'Crash' can mean a lot of different things - in our case it means the gateways reload at inopportune times. With respect to R81.10, we've been waiting for R81.20 before going through that exercise but would move much earlier if we were assured there are no stability issues in the R81.x release at all - something I doubt is true.
So for us, and the reason for my post, is simply to ask if our experience common among other customers and if so how did they get to a stable place?

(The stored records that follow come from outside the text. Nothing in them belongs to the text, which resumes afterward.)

@register
class FunctionalDropoutAlwaysOn(Rule):
    code = "NNL102"
    name = "functional-dropout-always-on"
    severity = Severity.ERROR
    summary = "functional dropout in a module method that is not tied to the module's mode"
    message = "`{call}` in `{method}` {problem}: drops{share} in eval mode; pass `{fix}`"
    rationale = (
        "torch.nn.functional.dropout(input, p=0.5, training=True) defaults to training=True "
        "(PyTorch documentation), and torch.dropout(input, p, train) takes the switch "
        "explicitly. Unlike nn.Dropout, the function does not read the module's mode: "
        "model.eval() changes nothing, so evaluation and inference keep zeroing a fraction p "
        "of the activations and scaling the rest by 1/(1-p), and predictions become noisy. "
        "tests/test_dropout_references.py shows it with PyTorch when it is installed."
    )
    bad = (
        "class Head(nn.Module):\n"
        "    def forward(self, features):\n"
        "        return F.dropout(features, p=0.3)"
    )
    good = (
        "class Head(nn.Module):\n"
        "    def forward(self, features):\n"
        "        return F.dropout(features, p=0.3, training=self.training)"
    )
    rewrite = "adds `training=self.training` to a functional dropout call that has no switch"
    references = (
        "PyTorch documentation, torch.nn.functional.dropout (training: apply dropout if True; "
        "default True)",
        "PyTorch documentation, torch.nn.Module.eval",
    )

    def visit_Call(self, node: cst.Call) -> None:
        found = dropout_call(self.model, node, self.context.function)
        if found is None or found.api.framework != "torch" or found.api.is_layer:
            return
        method = torch_module_method(self.model, self.context)
        if method is None or has_unpacked_arguments(node):
            return
        # Evaluation code is NNL104's; one finding per call.
        if evaluation_function(self.model, self.context) is not None:
            return
        switch = switch_argument(found.api, node)
        keyword = found.api.switch_keyword
        if switch is None:
            if not found.api.is_on_by_default:
                return
            problem = f"lacks `{keyword}=`"
            severity = None
        elif is_literal_bool(switch.value, True):
            if is_monte_carlo_context(self.model, self.context):
                return
            problem = f"passes `{keyword}=True`"
            # An explicit True may be deliberate (dropout kept on at prediction).
            severity = Severity.WARNING
        else:
            return
        function, info = method
        # the module as the method names it (`forward(module, x)` reads `module.training`)
        parameters = (*function.params.posonly_params, *function.params.params)
        owner = parameters[0].name.value if parameters else "self"
        share = ""
        rate = rate_argument(found.api, node)
        number = number_value(self.model, rate[0], self.context.function) if rate else None
        if number is not None and 0.0 < number < 1.0:
            share = f" {number:.0%}"
        self.report(node, severity=severity, call=_quote(self.model, node.func),
                    method=f"{info.name}.{function.name.value}", problem=problem,
                    share=share, fix=f"{keyword}={owner}.training",
                    autofix=self._fix(node, found.canonical, switch, function))

    def _fix(self, node: cst.Call, canonical: str, switch: cst.Arg | None,
             method: cst.FunctionDef) -> Fix | None:
        """`training=<self>.training` appended, when the call lacks the switch.

        An explicit `training=True` gets no fix: it may keep dropout on at prediction on
        purpose. The module is reached through the method's own first parameter, and only
        where no nested function or lambda rebinds that name.
        """
        keyword = MODE_KEYWORD_FUNCTIONS.get(canonical)
        if switch is not None or keyword is None or not node.args:
            return None
        receiver = self_name_at(self.model, self.context, method)
        if receiver is None:
            return None
        return Fix(node, with_keyword_appended(node, keyword, attribute_of(receiver, "training")))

Here is what happened in better detail:
We were standardized on R80.40 GA Take 154 but were experiencing reloads every 4 to 6 weeks. We were able to manage this with scheduled reboots during controlled service windows. Recently we were encouraged to move to GA Take 161 as it addressed some stability issues and TAC wanted to see if ours were addressed by applying it. Once on T161, we saw stability for about two weeks then we suffered unexpected reloads mid-day. Core dump analysis showed 'bad magic' errors that are apparently partially addressed in GA Take 173 but fully fixed in OG Take 180.
Under duress, we moved from GA Take 161 to OG Take 180 - and while that did take care of the 'bad magic' errors, it caused new crashes - usually in twos, one reboot with core dump generation followed by another between 15 and 45 minutes later.
Now we are trying to find our way back to a more workable deployment while R&D sort out the latest issue.